If these documents are indeed a reflection of events, it completely changes our historic understanding of the 1973 war, and would require a complete turn-about and reset of our views on Golda. The historically accepted narrative of the Yom Kippur War has been, the military engagement was avoidable– We bemoaned and assumed as fact that many lives would have been spared if only Golda had heeded the signs that Sadat wanted to negotiate. That view has clouded history’s judgment of Golda and completely colored her career and legacy as Prime Minister. The sense was that over 3,000 of our finest young men died as a result of her failure to negotiate. Today’s account turns that judgement on its head. If Golda indeed made an offer to give back the majority of Sinai to Egypt– as an opening offer– and that offer was rejected, It proves that Golda was not a passive actress allowing events to overcome her. Such new revelation would further prove that the ’73 war was unavoidable, as the Egyptians could only negotiate with Israel from a perceived position of strength. That strength came from their victory in the early part of the Yom Kippur War. Without that “victory” there could be no serious negotiations.

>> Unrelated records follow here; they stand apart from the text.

def gamma(shape=None, scale=None, *, mean=None, cv=None) -> Severity:
    """Gamma by ``shape`` and ``scale``, or by ``mean`` and ``cv`` (shape = 1/cv**2)."""
    if mean is not None or cv is not None:
        if shape is not None or scale is not None:
            raise InputError("mean", "give either shape and scale, or mean and cv, not both")
        if mean is None or cv is None:
            raise InputError("cv" if cv is None else "mean", "mean and cv go together")
        mean = _positive(mean, "mean")
        cv = _positive(cv, "cv")
        k = 1.0 / (cv * cv)
        return Severity("gamma", (("mean", mean), ("cv", cv)), stats.gamma(a=k, scale=mean / k))
    if shape is None or scale is None:
        raise InputError("scale" if scale is None else "shape", "a gamma needs shape and scale (or mean and cv)")
    shape = _positive(shape, "shape")
    scale = _positive(scale, "scale")
    return Severity("gamma", (("shape", shape), ("scale", scale)), stats.gamma(a=shape, scale=scale))


def weibull(shape, scale) -> Severity:
    """Weibull: S(x) = exp(-(x / scale)**shape)."""
    shape = _positive(shape, "shape")
    scale = _positive(scale, "scale")
    return Severity("weibull", (("shape", shape), ("scale", scale)), stats.weibull_min(c=shape, scale=scale))


def exponential(mean) -> Severity:
    """Exponential with the given mean."""
    mean = _positive(mean, "mean")
    return Severity("exponential", (("mean", mean),), stats.expon(scale=mean))


def generalized_pareto(shape, scale) -> Severity:
    """Generalized Pareto on [0, inf): S(x) = (1 + shape * x / scale)**(-1/shape), shape >= 0."""
    shape = as_float(shape, "shape", low=0.0)
    scale = _positive(scale, "scale")
    return Severity("generalized_pareto", (("shape", shape), ("scale", scale)), stats.genpareto(c=shape, scale=scale))
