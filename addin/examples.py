"""Example workbooks, built with openpyxl from invented data.

Each example is an :class:`Example`: a function that builds the workbook, the
same loss model built directly with :mod:`layerwise.engine`, and the *key
cells* (one per priced quantity and layer) with the layer terms and distortion
behind them, so tests (and ``layerwise demo``) can check every key cell
against a direct engine call and print the priced tower.

Layout conventions shared by every example:

* a title, a one-line description naming the units, and a visible caution note;
* input cells shaded (see :data:`INPUT_FILL`) with a dotted border, and a legend;
* key results in ordinary one-cell formulas, one row per layer, every argument
  written out (the ``formulas`` library passes an omitted middle argument as 0);
* a spilled ``LW_TOWER`` table only as an extra: it is an array formula, which
  programs without layerwise recalculate (LibreOffice then shows ``#NAME?``).

Everything here is invented: no real company, portfolio, place or event.
"""
from __future__ import annotations

import functools
import math
from dataclasses import dataclass, field
from pathlib import Path
from typing import Callable

from openpyxl import Workbook, load_workbook
from openpyxl.styles import Alignment, Border, PatternFill, Side
from openpyxl.styles import Font as _Font
from openpyxl.utils import get_column_letter
from openpyxl.worksheet.datavalidation import DataValidation
from openpyxl.worksheet.formula import ArrayFormula

import layerwise.engine as lw
from layerwise.engine.distortions import TVaRDistortion

from . import demo_data

__all__ = [
    "CAUTION", "EXAMPLES", "Example", "KeyCell", "build_examples", "workbook_contents", "compare_contents",
    "example_for",
]

CUR = demo_data.DEMO_CURRENCY
CAUTION = (
    "Caution: a technical price from the loss model and distortion on this sheet, not a quote, an offer of "
    "cover or advice. Check it against local regulation and have it reviewed with licensed actuarial "
    "judgement before anyone relies on it. All data are invented."
)

# ------------------------------------------------------------------ styling (plain, our own)
FONT_NAME = "Calibri"  # named everywhere: a font without a name shows as a serif in some programs


def Font(**kw) -> _Font:
    return _Font(name=FONT_NAME, **{"size": 11, **kw})


AMOUNT = "#,##0"
RATIO = "0.0%"
PROB = "0.00%"
PARAM = "0.0000"
COUNT = "#,##0"
INPUT_FILL = PatternFill("solid", fgColor="E3EFEA")  # pale sage: cells you may change
_INPUT_SIDE = Side(style="dotted", color="6F8F84")
_INPUT_BORDER = Border(left=_INPUT_SIDE, right=_INPUT_SIDE, top=_INPUT_SIDE, bottom=_INPUT_SIDE)
_HEAD_FILL = PatternFill("solid", fgColor="404C57")
_HEAD_FONT = Font(bold=True, color="FFFFFF")
_BLOCK_FILL = PatternFill("solid", fgColor="D9DEE3")
_NOTE_FILL = PatternFill("solid", fgColor="F6F1E7")
_NOTE_FONT = Font(italic=True, color="4D4D4D", size=9)
_CAUTION_FONT = Font(bold=True, color="7A2E12", size=9)
_TITLE_FONT = Font(bold=True, size=14)
_SUB_FONT = Font(color="555555")
_RESULT_FONT = Font(bold=True)
_TOTAL_SIDE = Side(style="thin", color="404C57")
_TOTAL_BORDER = Border(top=_TOTAL_SIDE, bottom=Side(style="double", color="404C57"))
_WRAP = Alignment(wrap_text=True, vertical="top")
FAMILY_NAMES = "wang,proportional_hazard,dual_power,tvar,cost_of_capital"
_DATA_HEADER = 3  # header row of the data sheets; data start below it
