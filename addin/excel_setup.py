"""A ready macro-enabled workbook for desktop Excel with xlwings, written on any system.

What xlwings 0.37 needs to serve the LW_ functions in Excel (Windows):

* its add-in (``xlwings addin install``, which also writes the user
  configuration ``~/.xlwings/xlwings.conf`` with ``INTERPRETER_WIN`` = the
  Python that ran the command) -- this needs Windows and Excel;
* a workbook whose VBA project refers to that add-in, and a sheet named
  ``xlwings.conf`` whose rows, contiguous from A1, hold a setting name in
  column A and its value in B. ``UDF Modules`` lists the Python modules
  (separated by ";") whose functions "Import Functions" registers.

The second part is files only, so it is made here: :func:`write_excel_workbook`
copies xlwings' own quickstart template (``quickstart.xlsm``, shipped in the
xlwings package with its VBA project; ``quickstart_standalone.xlsm`` with
``standalone=True``, which carries the xlwings VBA code itself), renames its
``_xlwings.conf`` sheet to ``xlwings.conf`` (which activates it) and writes the
settings. Only the settings given are written: a row present in the sheet
overrides the add-in's and the user configuration's value even when empty,
so the interpreter is left to ``xlwings addin install``'s user configuration
unless ``interpreter`` is given. A start sheet and the function reference's
example sheet are added. :func:`write_xlwings_conf` writes the same settings
as an ``xlwings.conf`` text file instead (read by xlwings for every workbook
in its folder, or for all workbooks as the user configuration).

What could and could not be checked without Excel: see addin/EXCEL.md.
"""
from __future__ import annotations

import argparse
import importlib
import sys
from pathlib import Path

__all__ = [
    "UDF_MODULES", "CONF_SHEET", "udf_modules", "conf_settings", "write_excel_workbook", "write_xlwings_conf",
    "functions_by_module", "template_path", "excel_main",
]

CONF_SHEET = "xlwings.conf"
_TEMPLATE_SHEET = "_xlwings.conf"  # the template's inactive configuration sheet


def udf_modules() -> list[str]:
    """The modules defining published LW_ functions, ``layerwise.addin.functions`` first."""
    from .functions import FUNCTIONS

    mods = sorted({f.__module__ for f in FUNCTIONS.values()})
    return sorted(mods, key=lambda m: (m != "layerwise.addin.functions", m))


UDF_MODULES = tuple(udf_modules())


def functions_by_module(modules=None) -> dict[str, list[str]]:
    """Module -> names of the functions xlwings' "Import Functions" would register from it.

    As xlwings does: every attribute of the imported module carrying ``__xlfunc__``
    metadata, whatever module defined it (a function imported into two listed
    modules would be registered twice, which Excel's VBA refuses).
    """
    out = {}
    for name in modules or UDF_MODULES:
        mod = importlib.import_module(name)
        out[name] = sorted(a for a in dir(mod) if hasattr(getattr(mod, a), "__xlfunc__"))
    return out


def template_path(standalone: bool = False) -> Path:
    """xlwings' quickstart workbook template (in the installed xlwings package)."""
    import xlwings

    path = Path(xlwings.__file__).parent / ("quickstart_standalone.xlsm" if standalone else "quickstart.xlsm")
    if not path.is_file():
        raise FileNotFoundError(f"xlwings {xlwings.__version__} has no {path.name} template at {path.parent}")
    return path


def conf_settings(*, udf_modules=None, interpreter=None, interpreter_mac=None, pythonpath=None, conda_path=None,
                  conda_env=None, use_udf_server=None, show_console=None, debug_udfs=None) -> list[tuple[str, object]]:
    """The (setting, value) rows for xlwings' configuration, in the template's order; unset ones are left out."""
    mods = list(udf_modules or UDF_MODULES)
    for m in mods:
        if not m or ";" in m or not all(part.isidentifier() for part in m.split(".")):
            raise ValueError(f"not a module name: {m!r}")
    rows = [
        ("Interpreter_Win", interpreter), ("Interpreter_Mac", interpreter_mac), ("PYTHONPATH", pythonpath),
        ("Conda Path", conda_path), ("Conda Env", conda_env), ("UDF Modules", ";".join(mods)),
        ("Debug UDFs", debug_udfs), ("Use UDF Server", use_udf_server), ("Show Console", show_console),
    ]
    out = []
    for key, value in rows:
        if value is None:
            continue
        if isinstance(value, str) and '"' in value:
            raise ValueError(f"{key}: xlwings' configuration cannot hold a double quote: {value!r}")
        out.append((key, value))
    return out


_NOTES = (
    "layerwise settings for xlwings (written by layerwise.addin.excel_setup).",
    "Settings are read from A1 down to the first empty cell; a row here overrides the xlwings add-in's settings and "
    "the xlwings.conf files, even when its value is empty. Delete a row to use those instead.",
    "UDF Modules: the Python modules whose LW_ functions the xlwings ribbon's 'Import Functions' registers.",
    "Without Interpreter_Win, the interpreter comes from the add-in settings, or from ~/.xlwings/xlwings.conf "
    "(written by 'xlwings addin install' with the Python that ran it).",
)


def _start_sheet(ws, example_sheet: bool):
    rows = [
        ("layerwise worksheet functions", None),
        ("1. Install the xlwings add-in once: xlwings addin install (from the Python where layerwise is installed).", None),
        ("2. Excel: Trust Center > Macro Settings > tick 'Trust access to the VBA project object model'.", None),
        ("3. xlwings ribbon tab > Import Functions; then recalculate all (Ctrl+Alt+F9).", None),
        (None, None),
        ("model", '=LW_MODEL_FREQSEV("poisson 5", "lognormal 2e6 2.5")'),
        ("distortion", '=LW_DISTORTION("wang", 0.4)'),
        ("attachment", 5_000_000),
        ("limit", 10_000_000),
        ("expected loss", "=LW_EXPECTED_LOSS(B6, B8, B9)"),
        ("premium", "=LW_PREMIUM(B6, B8, B9, B7)"),
        ("rate on line", "=LW_RATE_ON_LINE(B6, B8, B9, B7)"),
    ]
    if example_sheet:
        rows += [(None, None), ("Every function with an example: sheet Examples (column AB); see addin/REFERENCE.md.", None)]
    for r, (a, b) in enumerate(rows, start=1):
        if a is not None:
            ws.cell(r, 1, a)
        if b is not None:
            ws.cell(r, 2, b)
    ws.column_dimensions["A"].width = 16
    ws.column_dimensions["B"].width = 40


def write_excel_workbook(path="layerwise.xlsm", *, standalone: bool = False, examples: bool = True,
                         **settings) -> Path:
    """Write a macro-enabled workbook configured for the LW_ functions; return its path.

    ``settings`` are :func:`conf_settings`' keywords (``interpreter``,
    ``interpreter_mac``, ``pythonpath``, ``conda_path``, ``conda_env``,
    ``use_udf_server``, ``show_console``, ``debug_udfs``, ``udf_modules``).
    ``standalone=True`` starts from xlwings' standalone template (the xlwings
    VBA code inside the workbook, so calls work without the add-in; the
    functions are then imported with the ImportPythonUDFs macro).
    ``examples`` adds the function reference's example sheet. The path must
    end in ``.xlsm`` (a VBA project needs a macro-enabled workbook).
    """
    import openpyxl

    from .functions import FUNCTIONS

    path = Path(path)
    if path.suffix.lower() != ".xlsm":
        raise ValueError(f"a workbook with macros must end in .xlsm, got {path.name!r}")
    rows = conf_settings(**settings)
    mods = next(v for k, v in rows if k == "UDF Modules").split(";")
    registered = functions_by_module(mods)
    names = [n for ns in registered.values() for n in ns]
    twice = sorted({n for n in names if names.count(n) > 1})
    if twice:
        raise ValueError(f"functions found in more than one UDF module (VBA would define them twice): {twice}")
    missing = sorted(set(FUNCTIONS) - set(names))
    if missing:
        raise ValueError(f"published functions in none of the UDF modules {mods}: {missing}")

    wb = openpyxl.load_workbook(template_path(standalone), keep_vba=True)
    conf = wb[_TEMPLATE_SHEET] if _TEMPLATE_SHEET in wb.sheetnames else wb[CONF_SHEET]
    conf.title = CONF_SHEET
    for row in conf.iter_rows():
        for cell in row:
            cell.value = None
    for r, (key, value) in enumerate(rows, start=1):
        conf.cell(r, 1, key)
        conf.cell(r, 2, value)
    for r, note in enumerate(_NOTES, start=len(rows) + 3):
        conf.cell(r, 1, note)
    conf.column_dimensions["B"].width = 60

    start = wb.worksheets[0] if wb.worksheets[0] is not conf else wb.create_sheet("layerwise", 0)
    start.title = "layerwise"
    _start_sheet(start, examples)
    if examples:
        from .reference import fill_example_sheet

        fill_example_sheet(wb.create_sheet("Examples"))
    wb.active = 0
    path.parent.mkdir(parents=True, exist_ok=True)
    wb.save(path)
    return path


def write_xlwings_conf(path="xlwings.conf", **settings) -> Path:
    """Write the settings as an xlwings.conf text file (``"KEY","value"`` lines); a folder gets ``xlwings.conf``."""
    path = Path(path)
    if path.is_dir():
        path = path / "xlwings.conf"
    lines = []
    for key, value in conf_settings(**settings):
        text = ("True" if value else "False") if isinstance(value, bool) else str(value)
        lines.append(f'"{key.upper()}","{text}"\n')
    path.parent.mkdir(parents=True, exist_ok=True)
    path.write_text("".join(lines), encoding="utf-8")
    return path


def excel_main(argv=None) -> int:
    """``excel [PATH] [--standalone] [--interpreter EXE] [--conf]``: write the workbook (or the xlwings.conf file)."""
    parser = argparse.ArgumentParser(
        prog="layerwise excel",
        description="Write a macro-enabled workbook set up for the LW_ functions with xlwings "
                    "(then, on Windows: xlwings addin install, open it, Import Functions).",
    )
    parser.add_argument("path", nargs="?", default=None, help="file to write (default: layerwise.xlsm, or xlwings.conf with --conf)")
    parser.add_argument("--standalone", action="store_true", help="start from xlwings' standalone template (VBA code inside)")
    parser.add_argument("--no-examples", action="store_true", help="leave out the sheet of example formulas")
    parser.add_argument("--interpreter", help="Interpreter_Win: path of python.exe / pythonw.exe (default: the add-in's setting)")
    parser.add_argument("--conda-path", help="Conda Path setting")
    parser.add_argument("--conda-env", help="Conda Env setting")
    parser.add_argument("--pythonpath", help="PYTHONPATH setting")
    parser.add_argument("--conf", action="store_true", help="write an xlwings.conf text file instead of a workbook")
    args = parser.parse_args(argv)
    settings = {"interpreter": args.interpreter, "conda_path": args.conda_path, "conda_env": args.conda_env,
                "pythonpath": args.pythonpath}
    if args.conf:
        out = write_xlwings_conf(args.path or "xlwings.conf", **settings)
    else:
        out = write_excel_workbook(args.path or "layerwise.xlsm", standalone=args.standalone,
                                   examples=not args.no_examples, **settings)
    print(out)
    return 0


if __name__ == "__main__":  # pragma: no cover
    sys.exit(excel_main())
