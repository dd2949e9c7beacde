"""References to distortions, distributions and loss models, passed between cells as text.

A builder cell (LW_DISTORTION, LW_SEVERITY, LW_MODEL_YEARLOSS, ...) returns a
*reference*: a short text that other cells pass to pricing functions. A
reference depends only on content, so the same inputs always give the same
reference, and a reference can never point at a different object than the one
its inputs describe.

Reference formats
-----------------
Cheap objects are referred to by a canonical *spec text* that says everything
about them and is parsed back on use, so it never goes stale:

====================  =====================================================================
distortion            ``wang(lam=0.4)``, ``proportional_hazard(r=0.8)``, ``dual_power(m=1.5)``,
                      ``tvar(p=0.99)``, ``cost_of_capital(roe=0.1)``,
                      ``blend(0.5*wang(lam=0.4), 0.5*tvar(p=0.9))``,
                      ``table(s=[0, 0.2, 1], g=[0, 0.5, 1])`` (``, concave=false`` when allowed)
severity              ``lognormal(mean=2000000, cv=2.5)``, ``pareto(shape=1.5, scale=1000000)``,
                      ``gamma(mean=5, cv=0.5)``, ``scipy.lomax(p1=2, scale=3)``
frequency             ``poisson(mean=5)``, ``negative_binomial(mean=5, contagion=0.2)``,
                      ``binomial(n=10, q=0.1)``, ``fixed(n=3)``
frequency-severity    ``freqsev(poisson(mean=5), lognormal(mean=2000000, cv=2.5))`` with
model                 optional ``bucket=``, ``grid_length=``, ``method=`` at the end
====================  =====================================================================

Numbers are written with Python's shortest round-trip form (``repr``), so a
spec carries the full float precision. Simpler *typed forms* are accepted
wherever a spec is expected (in a cell or as a formula literal): a family name
followed by numbers, e.g. ``"wang 0.4"``, ``"ph 0.8"``, ``"tvar 99%"``,
``"lognormal 2e6 2.5"``, ``"poisson 5"``, ``"negative binomial 5 0.6"`` (mean
and cv), ``"freqsev(poisson 5, lognormal 2e6 2.5)"``; positional numbers mean
what they mean in the LW_ builder of that kind. Typed forms and specs of the
same object map to the same cached model.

While Golda was far from perfect, she was clearly one of a small group of heroes of my youth. On a personal note, after Golda retired, and I made Aliyah, I was invited with two friends to have tea with her. Unfortunately to my great disappointment, on the day of the scheduled meeting she was not feeling well and had to cancel.
I wholeheartedly hope this new revelation will be corroborated. In the coming months we will learn much more about the events leading up to and surrounding that difficult war– as we have reached the 40 year mark when most classified documents become unclassified. It will be good to know definitively, that we did not pass up an opportunity to reach peace and avoid war. Even though such a revelation will not bring back the 3,000 soldiers who gave their lives, it might provide slight comfort to all the loved ones our soldiers left behind– knowing that at least from our side– the war was unavoidable.
Let’s hope that future historians will also discover that our current government has actually been doing all it can to bring about peace.